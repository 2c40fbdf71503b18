"use client";

import { Accordion as AccordionPrimitive } from "radix-ui";
import { ChevronDown } from "lucide-react";
import type { ReactNode } from "react";
import { makeLogScale, type LogScale } from "@/components/charts/log-scale";
import { RatioTrack, TrackAxis } from "@/components/charts/ratio-track";
import { strategyColours } from "@/components/charts/strategy-identity";
import { StrategyLabel } from "@/components/charts/strategy-label";
import { Quantity, QuantityRange } from "@/components/ui/quantity";
import type { RankingEntry } from "@/lib/advice/advice";
import { formatRatio } from "@/lib/shared/format";
import { MemoryNeed } from "./memory-need";

type RankingListProps = {
  entries: readonly RankingEntry[];
  memoryAvailableGiB: number;
  /** Measured total time over the first's predicted score, by strategy, drawn on the same axis. */
  measured: Readonly<Record<string, number>>;
  detail: (entry: RankingEntry) => ReactNode;
};

const columns = "lg:grid-cols-[1.5rem_minmax(10rem,13rem)_minmax(13rem,1fr)_3.5rem_7.5rem_4.5rem_1rem]";

/** The ranked strategies as bars with their 80 % ranges on one log axis of relative time; each unfolds. */
export function RankingList({ entries, memoryAvailableGiB, measured, detail }: RankingListProps) {
  const scale = makeLogScale([1, ...entries.flatMap((entry) => (entry.relativeRange ? [entry.relativeRange.low, entry.relativeRange.high] : [])), ...Object.values(measured)]);
  return (
    <div className="grid gap-1">
      <div aria-hidden className={`hidden items-end gap-x-3 border-b border-contour pb-1 text-xs text-faint lg:grid ${columns}`}>
        <span />
        <span>Strategy</span>
        <TrackAxis scale={scale} format={tickText} />
        <span className="text-right">Time</span>
        <span className="text-right">Memory</span>
        <span className="text-right">Iterations</span>
        <span />
      </div>
      <AccordionPrimitive.Root type="multiple" className="grid" defaultValue={entries[0] ? [entries[0].strategy] : []}>
        {entries.map((entry) => (
          <AccordionPrimitive.Item key={entry.strategy} value={entry.strategy} className="border-b border-hairline" data-strategy={entry.strategy}>
            <AccordionPrimitive.Header asChild>
              <h3 className="font-sans text-base font-normal">
                <AccordionPrimitive.Trigger className={`group grid w-full grid-cols-[1.5rem_minmax(0,1fr)_auto_1rem] items-center gap-x-3 gap-y-1 py-2.5 text-left text-sm hover:bg-wash ${columns}`}>
                  <Row entry={entry} scale={scale} memoryAvailableGiB={memoryAvailableGiB} measured={measured[entry.strategy] ?? null} />
                </AccordionPrimitive.Trigger>
              </h3>
            </AccordionPrimitive.Header>
            <AccordionPrimitive.Content className="pt-2 pb-6 lg:pl-10">{detail(entry)}</AccordionPrimitive.Content>
          </AccordionPrimitive.Item>
        ))}
      </AccordionPrimitive.Root>
    </div>
  );
}

type RowProps = { entry: RankingEntry; scale: LogScale; memoryAvailableGiB: number; measured: number | null };

function Row({ entry, scale, memoryAvailableGiB, measured }: RowProps) {
  const { estimate } = entry;
  return (
    <>
      <span className="figures text-right text-faint">{entry.rank}</span>
      <StrategyLabel strategy={entry.strategy} className={entry.rank === 1 ? "font-semibold" : ""} />
      <span className="order-last col-span-4 lg:order-none lg:col-span-1">
        <Track entry={entry} scale={scale} measured={measured} />
      </span>
      <span className={`figures text-right ${entry.rank === 1 ? "font-semibold text-peg" : ""}`}>
        <span className="sr-only">relative time </span>
        {formatRatio(entry.relativeTime)}
      </span>
      <span className="order-last col-span-4 flex justify-between gap-3 text-xs text-faint lg:order-none lg:col-span-1 lg:block lg:text-right lg:text-sm lg:text-ink">
        <MemoryNeed memory={estimate.memoryGiB} availableGiB={memoryAvailableGiB} />
        <span className="lg:hidden">
          <Iterations entry={entry} />
        </span>
      </span>
      <span className="hidden text-right lg:block">
        <Iterations entry={entry} />
      </span>
      <ChevronDown aria-hidden className="size-4 text-faint transition-transform group-data-[state=open]:rotate-180 print:hidden" />
    </>
  );
}

function Iterations({ entry }: { entry: RankingEntry }) {
  const { iterations } = entry.estimate;
  if (iterations.high <= 1) return <span title="A factorisation does not iterate">none</span>;
  return (
    <>
      <Quantity value={Math.round(iterations.median)} unit="count" />
      <span className="lg:hidden"> iterations</span>
      <span className="hidden text-xs text-faint lg:block">
        <QuantityRange low={Math.round(iterations.low)} high={Math.round(iterations.high)} unit="count" />
      </span>
    </>
  );
}

function Track({ entry, scale, measured }: { entry: RankingEntry; scale: LogScale; measured: number | null }) {
  const range = entry.relativeRange;
  if (range === null || entry.relativeTime === null) return null;
  const words = `${formatRatio(range.low)} to ${formatRatio(range.high)} of the first${measured === null ? "" : `, measured ${formatRatio(measured)}`}`;
  return <RatioTrack scale={scale} low={range.low} median={entry.relativeTime} high={range.high} measured={measured} colour={strategyColours[entry.strategy]} mark={entry.strategy} words={words} reference={1} />;
}

/** 1x, 20x: an axis needs no decimals that are zero. */
function tickText(value: number): string {
  return formatRatio(value).replace(".0x", "x");
}
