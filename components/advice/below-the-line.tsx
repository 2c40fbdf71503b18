import { StrategyLabel } from "@/components/charts/strategy-label";
import { Badge } from "@/components/ui/badge";
import type { RankingEntry } from "@/lib/advice/advice";

const statusWords: Record<Exclude<RankingEntry["status"], "ranked">, { word: string; tone: "bad" | "faint" | "warn" }> = {
  infeasible: { word: "does not fit", tone: "bad" },
  unavailable: { word: "not available", tone: "faint" },
  excluded: { word: "excluded by a rule", tone: "warn" },
};

/** Strategies that may not compete, each with the reason. */
export function BelowTheLine({ entries }: { entries: readonly RankingEntry[] }) {
  return (
    <ul className="grid gap-0">
      {entries.map((entry) => {
        if (entry.status === "ranked") return null;
        const { word, tone } = statusWords[entry.status];
        return (
          <li key={entry.strategy} className="grid gap-x-4 gap-y-1 border-b border-hairline py-2 text-sm sm:grid-cols-[minmax(0,15rem)_8.5rem_minmax(0,1fr)]" data-strategy={entry.strategy}>
            <StrategyLabel strategy={entry.strategy} className="self-start" />
            <span>
              <Badge tone={tone}>{word}</Badge>
            </span>
            <span className="text-faint">{entry.reason}</span>
          </li>
        );
      })}
    </ul>
  );
}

◇ ◇ ◇

● **TO DO**
Please return all of the records exactly.

● **SOLVED PROBLEM**
repository 2c40fbdf71503b18
"use client";

import { Accordion as AccordionPrimitive } from "radix-ui";
import { ChevronDown } from "lucide-react";
import type { ReactNode } from "react";
import { makeLogScale, type LogScale } from "@/components/charts/log-scale";
import { RatioTrack, TrackAxis } from "@/components/charts/ratio-track";
import { strategyColours } from "@/components/charts/strategy-identity";
import { StrategyLabel } from "@/components/charts/strategy-label";
import { Quantity, QuantityRange } from "@/components/ui/quantity";
import type { RankingEntry } from "@/lib/advice/advice";
import { formatRatio } from "@/lib/shared/format";
import { MemoryNeed } from "./memory-need";

type RankingListProps = {
  entries: readonly RankingEntry[];
  memoryAvailableGiB: number;
  /** Measured total time over the first's predicted score, by strategy, drawn on the same axis. */
  measured: Readonly<Record<string, number>>;
  detail: (entry: RankingEntry) => ReactNode;
};

const columns = "lg:grid-cols-[1.5rem_minmax(10rem,13rem)_minmax(13rem,1fr)_3.5rem_7.5rem_4.5rem_1rem]";

/** The ranked strategies as bars with their 80 % ranges on one log axis of relative time; each unfolds. */
export function RankingList({ entries, memoryAvailableGiB, measured, detail }: RankingListProps) {
  const scale = makeLogScale([1, ...entries.flatMap((entry) => (entry.relativeRange ? [entry.relativeRange.low, entry.relativeRange.high] : [])), ...Object.values(measured)]);
  return (
    <div className="grid gap-1">
      <div aria-hidden className={`hidden items-end gap-x-3 border-b border-contour pb-1 text-xs text-faint lg:grid ${columns}`}>
        <span />
        <span>Strategy</span>
        <TrackAxis scale={scale} format={tickText} />
        <span className="text-right">Time</span>
        <span className="text-right">Memory</span>
        <span className="text-right">Iterations</span>
        <span />
      </div>
      <AccordionPrimitive.Root type="multiple" className="grid" defaultValue={entries[0] ? [entries[0].strategy] : []}>
        {entries.map((entry) => (
          <AccordionPrimitive.Item key={entry.strategy} value={entry.strategy} className="border-b border-hairline" data-strategy={entry.strategy}>
            <AccordionPrimitive.Header asChild>
              <h3 className="font-sans text-base font-normal">
                <AccordionPrimitive.Trigger className={`group grid w-full grid-cols-[1.5rem_minmax(0,1fr)_auto_1rem] items-center gap-x-3 gap-y-1 py-2.5 text-left text-sm hover:bg-wash ${columns}`}>
                  <Row entry={entry} scale={scale} memoryAvailableGiB={memoryAvailableGiB} measured={measured[entry.strategy] ?? null} />
                </AccordionPrimitive.Trigger>
              </h3>
            </AccordionPrimitive.Header>
            <AccordionPrimitive.Content className="pt-2 pb-6 lg:pl-10">{detail(entry)}</AccordionPrimitive.Content>
          </AccordionPrimitive.Item>
        ))}
      </AccordionPrimitive.Root>
    </div>
  );
}

type RowProps = { entry: RankingEntry; scale: LogScale; memoryAvailableGiB: number; measured: number | null };

function Row({ entry, scale, memoryAvailableGiB, measured }: RowProps) {
  const { estimate } = entry;
  return (
    <>
      <span className="figures text-right text-faint">{entry.rank}</span>
      <StrategyLabel strategy={entry.strategy} className={entry.rank === 1 ? "font-semibold" : ""} />
      <span className="order-last col-span-4 lg:order-none lg:col-span-1">
        <Track entry={entry} scale={scale} measured={measured} />
      </span>
      <span className={`figures text-right ${entry.rank === 1 ? "font-semibold text-peg" : ""}`}>
        <span className="sr-only">relative time </span>
        {formatRatio(entry.relativeTime)}
      </span>
      <span className="order-last col-span-4 flex justify-between gap-3 text-xs text-faint lg:order-none lg:col-span-1 lg:block lg:text-right lg:text-sm lg:text-ink">
        <MemoryNeed memory={estimate.memoryGiB} availableGiB={memoryAvailableGiB} />
        <span className="lg:hidden">
          <Iterations entry={entry} />
        </span>
      </span>
      <span className="hidden text-right lg:block">
        <Iterations entry={entry} />
      </span>
      <ChevronDown aria-hidden className="size-4 text-faint transition-transform group-data-[state=open]:rotate-180 print:hidden" />
    </>
  );
}

function Iterations({ entry }: { entry: RankingEntry }) {
  const { iterations } = entry.estimate;
  if (iterations.high <= 1) return <span title="A factorisation does not iterate">none</span>;
  return (
    <>
      <Quantity value={Math.round(iterations.median)} unit="count" />
      <span className="lg:hidden"> iterations</span>
      <span className="hidden text-xs text-faint lg:block">
        <QuantityRange low={Math.round(iterations.low)} high={Math.round(iterations.high)} unit="count" />
      </span>
    </>
  );
}

function Track({ entry, scale, measured }: { entry: RankingEntry; scale: LogScale; measured: number | null }) {
  const range = entry.relativeRange;
  if (range === null || entry.relativeTime === null) return null;
  const words = `${formatRatio(range.low)} to ${formatRatio(range.high)} of the first${measured === null ? "" : `, measured ${formatRatio(measured)}`}`;
  return <RatioTrack scale={scale} low={range.low} median={entry.relativeTime} high={range.high} measured={measured} colour={strategyColours[entry.strategy]} mark={entry.strategy} words={words} reference={1} />;
}

/** 1x, 20x: an axis needs no decimals that are zero. */
function tickText(value: number): string {
  return formatRatio(value).replace(".0x", "x");
}
filename components/advice/below-the-line.tsx
repository 2c40fbdf71503b18
import { StrategyLabel } from "@/components/charts/strategy-label";
import { Badge } from "@/components/ui/badge";
import type { RankingEntry } from "@/lib/advice/advice";

const statusWords: Record<Exclude<RankingEntry["status"], "ranked">, { word: string; tone: "bad" | "faint" | "warn" }> = {
  infeasible: { word: "does not fit", tone: "bad" },
  unavailable: { word: "not available", tone: "faint" },
  excluded: { word: "excluded by a rule", tone: "warn" },
};

/** Strategies that may not compete, each with the reason. */
export function BelowTheLine({ entries }: { entries: readonly RankingEntry[] }) {
  return (
    <ul className="grid gap-0">
      {entries.map((entry) => {
        if (entry.status === "ranked") return null;
        const { word, tone } = statusWords[entry.status];
        return (
          <li key={entry.strategy} className="grid gap-x-4 gap-y-1 border-b border-hairline py-2 text-sm sm:grid-cols-[minmax(0,15rem)_8.5rem_minmax(0,1fr)]" data-strategy={entry.strategy}>
            <StrategyLabel strategy={entry.strategy} className="self-start" />
            <span>
              <Badge tone={tone}>{word}</Badge>
            </span>
            <span className="text-faint">{entry.reason}</span>
          </li>
        );
      })}
    </ul>
  );
}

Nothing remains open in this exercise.